* _TASK PROMPT_
Your answer should be one number: how many lines of the data include the string "lambda"?

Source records
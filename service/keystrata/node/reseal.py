"""Move sealed pair key from layout 1 (row identity only) to layout 2 (row identity and
its authorisation fields: pair, side, partner, owner, length; master, slaves, size), see
:mod:`keystrata.storage.sealed`.

Runs when a node opens a database whose ``node_meta.seal_layout`` is not 2 (a database
sealed under layout 1), in batches of one transaction each. It is resumable
and safe to run twice or from two workers at once: a row that already opens under
layout 2 is left alone, one that opens under layout 1 is sealed again under layout 2,
and a row that opens under neither stops the node (a tampered row).
"""

from __future__ import annotations

import logging
from collections.abc import Callable
from typing import Any

from sqlalchemy import select

from keystrata.crypto.hazmat import Keyring
from keystrata.errors import SealBroken, StartupRefused
from keystrata.storage.db import Database
from keystrata.storage.models import KeyAlloc, NodeMeta, PairSegment
from keystrata.storage.sealed import (
    LAYOUT,
    LAYOUT_META,
    key_context,
    legacy_key_context,
    legacy_segment_context,
    segment_context,
)

log = logging.getLogger("keystrata.node")


def mark_current(db: Database) -> None:
    """Record that every sealed value is in the current layout (a new database)."""
    with db.write() as s:
        row = s.get(NodeMeta, LAYOUT_META)
        if row is None:
            s.add(NodeMeta(name=LAYOUT_META, value=str(LAYOUT).encode()))
        else:
            row.value = str(LAYOUT).encode()


def is_current(db: Database) -> bool:
    with db.read() as s:
        row = s.get(NodeMeta, LAYOUT_META)
    return row is not None and row.value == str(LAYOUT).encode()


def reseal(db: Database, keyring: Keyring, *, batch: int = 500) -> int:
    """Bring every sealed segment and waiting key to the current layout; returns how many
    rows were sealed again. Raises StartupRefused for a row that opens under neither."""
    if is_current(db):
        return 0
    moved = _move(
        db,
        keyring,
        batch,
        model=PairSegment,
        key=PairSegment.segment_id,
        new=lambda r: segment_context(r, r.used),
        old=lambda r: legacy_segment_context(r.segment_id, r.used),
    )
    moved += _move(
        db,
        keyring,
        batch,
        model=KeyAlloc,
        key=KeyAlloc.key_id,
        new=key_context,
        old=lambda r: legacy_key_context(r.key_id),
    )
    mark_current(db)
    if moved:
        log.warning("sealed pair key moved to layout %d: %d rows", LAYOUT, moved)
    return moved


def _move(
    db: Database,
    keyring: Keyring,
    batch: int,
    *,
    model: Any,
    key: Any,
    new: Callable[[Any], bytes],
    old: Callable[[Any], bytes],
) -> int:
    moved = 0
    last: Any = None
    while True:
        with db.write() as s:
            query = (
                select(model)
                .where(model.sealed.is_not(None))
                .order_by(key)
                .limit(batch)
                .with_for_update()
            )
            if last is not None:
                query = query.where(key > last)
            rows = s.execute(query).scalars().all()
            if not rows:
                return moved
            for row in rows:
                try:
                    keyring.open(row.sealed, new(row))
                    continue
                except SealBroken:
                    pass
                try:
                    value = keyring.open(row.sealed, old(row))
                except SealBroken:
                    raise StartupRefused(
                        f"a sealed {model.__tablename__} row opens under no layout: "
                        "it was altered outside keystrata"
                    ) from None
                row.sealed = keyring.seal(value, new(row))
                moved += 1
            last = getattr(rows[-1], key.key)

* _ANSWER BOX_
3